Data to process =>

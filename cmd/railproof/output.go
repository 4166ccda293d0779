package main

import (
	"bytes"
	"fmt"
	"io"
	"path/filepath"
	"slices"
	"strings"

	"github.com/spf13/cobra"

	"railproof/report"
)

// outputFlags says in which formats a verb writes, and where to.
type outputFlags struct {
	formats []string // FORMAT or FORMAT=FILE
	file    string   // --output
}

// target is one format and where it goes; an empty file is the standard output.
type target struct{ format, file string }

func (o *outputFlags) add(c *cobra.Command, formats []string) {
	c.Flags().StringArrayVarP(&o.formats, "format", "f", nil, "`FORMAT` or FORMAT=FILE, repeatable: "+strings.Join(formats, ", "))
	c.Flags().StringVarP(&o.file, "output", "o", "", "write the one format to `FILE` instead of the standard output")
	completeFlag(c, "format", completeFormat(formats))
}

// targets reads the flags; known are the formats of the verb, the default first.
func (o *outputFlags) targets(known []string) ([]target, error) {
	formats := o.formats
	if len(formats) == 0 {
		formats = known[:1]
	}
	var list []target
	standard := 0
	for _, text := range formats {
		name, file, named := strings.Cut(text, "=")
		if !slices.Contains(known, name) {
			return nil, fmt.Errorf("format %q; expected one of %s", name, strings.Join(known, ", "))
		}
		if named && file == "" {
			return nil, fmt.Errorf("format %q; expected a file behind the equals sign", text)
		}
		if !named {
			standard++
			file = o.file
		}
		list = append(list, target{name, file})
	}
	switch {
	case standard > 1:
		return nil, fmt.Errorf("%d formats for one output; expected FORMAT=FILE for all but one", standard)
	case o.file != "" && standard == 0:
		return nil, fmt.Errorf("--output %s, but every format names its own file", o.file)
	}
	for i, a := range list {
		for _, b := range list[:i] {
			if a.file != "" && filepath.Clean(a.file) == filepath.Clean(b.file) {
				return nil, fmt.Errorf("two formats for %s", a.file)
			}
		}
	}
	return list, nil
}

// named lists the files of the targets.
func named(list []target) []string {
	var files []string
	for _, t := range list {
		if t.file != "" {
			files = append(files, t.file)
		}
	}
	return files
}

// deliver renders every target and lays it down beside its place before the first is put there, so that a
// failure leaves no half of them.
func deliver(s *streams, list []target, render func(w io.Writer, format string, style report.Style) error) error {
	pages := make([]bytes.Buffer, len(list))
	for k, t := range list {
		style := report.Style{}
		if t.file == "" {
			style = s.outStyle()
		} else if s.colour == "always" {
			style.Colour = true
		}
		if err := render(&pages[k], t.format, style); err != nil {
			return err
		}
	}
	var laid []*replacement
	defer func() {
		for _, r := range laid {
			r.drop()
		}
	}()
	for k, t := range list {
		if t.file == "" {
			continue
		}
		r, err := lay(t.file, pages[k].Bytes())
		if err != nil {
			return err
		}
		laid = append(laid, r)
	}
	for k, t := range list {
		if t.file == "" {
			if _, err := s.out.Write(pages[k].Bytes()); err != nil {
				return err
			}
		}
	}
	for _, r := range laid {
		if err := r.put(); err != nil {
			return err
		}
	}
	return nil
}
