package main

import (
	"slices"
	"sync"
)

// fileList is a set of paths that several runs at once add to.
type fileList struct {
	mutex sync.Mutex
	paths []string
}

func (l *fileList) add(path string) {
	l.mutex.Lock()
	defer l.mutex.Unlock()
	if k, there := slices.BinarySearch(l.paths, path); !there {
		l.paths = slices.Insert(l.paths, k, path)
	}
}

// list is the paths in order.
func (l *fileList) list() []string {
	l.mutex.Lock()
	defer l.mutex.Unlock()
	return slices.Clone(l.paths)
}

* * *

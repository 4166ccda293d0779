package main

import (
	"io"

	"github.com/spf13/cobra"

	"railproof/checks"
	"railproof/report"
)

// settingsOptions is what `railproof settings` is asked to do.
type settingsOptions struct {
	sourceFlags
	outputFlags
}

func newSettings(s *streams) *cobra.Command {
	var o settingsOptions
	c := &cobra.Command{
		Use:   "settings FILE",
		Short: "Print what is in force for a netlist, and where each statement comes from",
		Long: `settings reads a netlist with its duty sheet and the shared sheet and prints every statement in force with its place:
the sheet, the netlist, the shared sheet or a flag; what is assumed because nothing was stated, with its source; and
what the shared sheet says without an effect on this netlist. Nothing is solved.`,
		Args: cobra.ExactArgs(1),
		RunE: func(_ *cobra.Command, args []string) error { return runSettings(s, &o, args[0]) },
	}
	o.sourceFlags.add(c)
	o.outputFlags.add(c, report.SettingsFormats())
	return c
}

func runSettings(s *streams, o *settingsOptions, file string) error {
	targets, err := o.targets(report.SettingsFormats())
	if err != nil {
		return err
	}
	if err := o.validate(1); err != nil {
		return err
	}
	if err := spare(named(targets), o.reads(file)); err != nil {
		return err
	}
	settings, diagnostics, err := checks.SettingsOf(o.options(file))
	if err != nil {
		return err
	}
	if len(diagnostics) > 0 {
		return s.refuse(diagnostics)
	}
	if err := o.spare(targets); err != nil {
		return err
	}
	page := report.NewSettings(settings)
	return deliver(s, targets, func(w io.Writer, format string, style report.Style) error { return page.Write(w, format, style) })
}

Prompt => Print, from the entries above, the line with "filename cmd/railproof/output.go", the line with "for _, b := range" and all lines between them, exactly and with nothing else.

Exercise answer =>
filename cmd/railproof/output.go
repository 4166ccda293d0779
package main

import (
	"bytes"
	"fmt"
	"io"
	"path/filepath"
	"slices"
	"strings"

	"github.com/spf13/cobra"

	"railproof/report"
)

// outputFlags says in which formats a verb writes, and where to.
type outputFlags struct {
	formats []string // FORMAT or FORMAT=FILE
	file    string   // --output
}

// target is one format and where it goes; an empty file is the standard output.
type target struct{ format, file string }

func (o *outputFlags) add(c *cobra.Command, formats []string) {
	c.Flags().StringArrayVarP(&o.formats, "format", "f", nil, "`FORMAT` or FORMAT=FILE, repeatable: "+strings.Join(formats, ", "))
	c.Flags().StringVarP(&o.file, "output", "o", "", "write the one format to `FILE` instead of the standard output")
	completeFlag(c, "format", completeFormat(formats))
}

// targets reads the flags; known are the formats of the verb, the default first.
func (o *outputFlags) targets(known []string) ([]target, error) {
	formats := o.formats
	if len(formats) == 0 {
		formats = known[:1]
	}
	var list []target
	standard := 0
	for _, text := range formats {
		name, file, named := strings.Cut(text, "=")
		if !slices.Contains(known, name) {
			return nil, fmt.Errorf("format %q; expected one of %s", name, strings.Join(known, ", "))
		}
		if named && file == "" {
			return nil, fmt.Errorf("format %q; expected a file behind the equals sign", text)
		}
		if !named {
			standard++
			file = o.file
		}
		list = append(list, target{name, file})
	}
	switch {
	case standard > 1:
		return nil, fmt.Errorf("%d formats for one output; expected FORMAT=FILE for all but one", standard)
	case o.file != "" && standard == 0:
		return nil, fmt.Errorf("--output %s, but every format names its own file", o.file)
	}
	for i, a := range list {
		for _, b := range list[:i] {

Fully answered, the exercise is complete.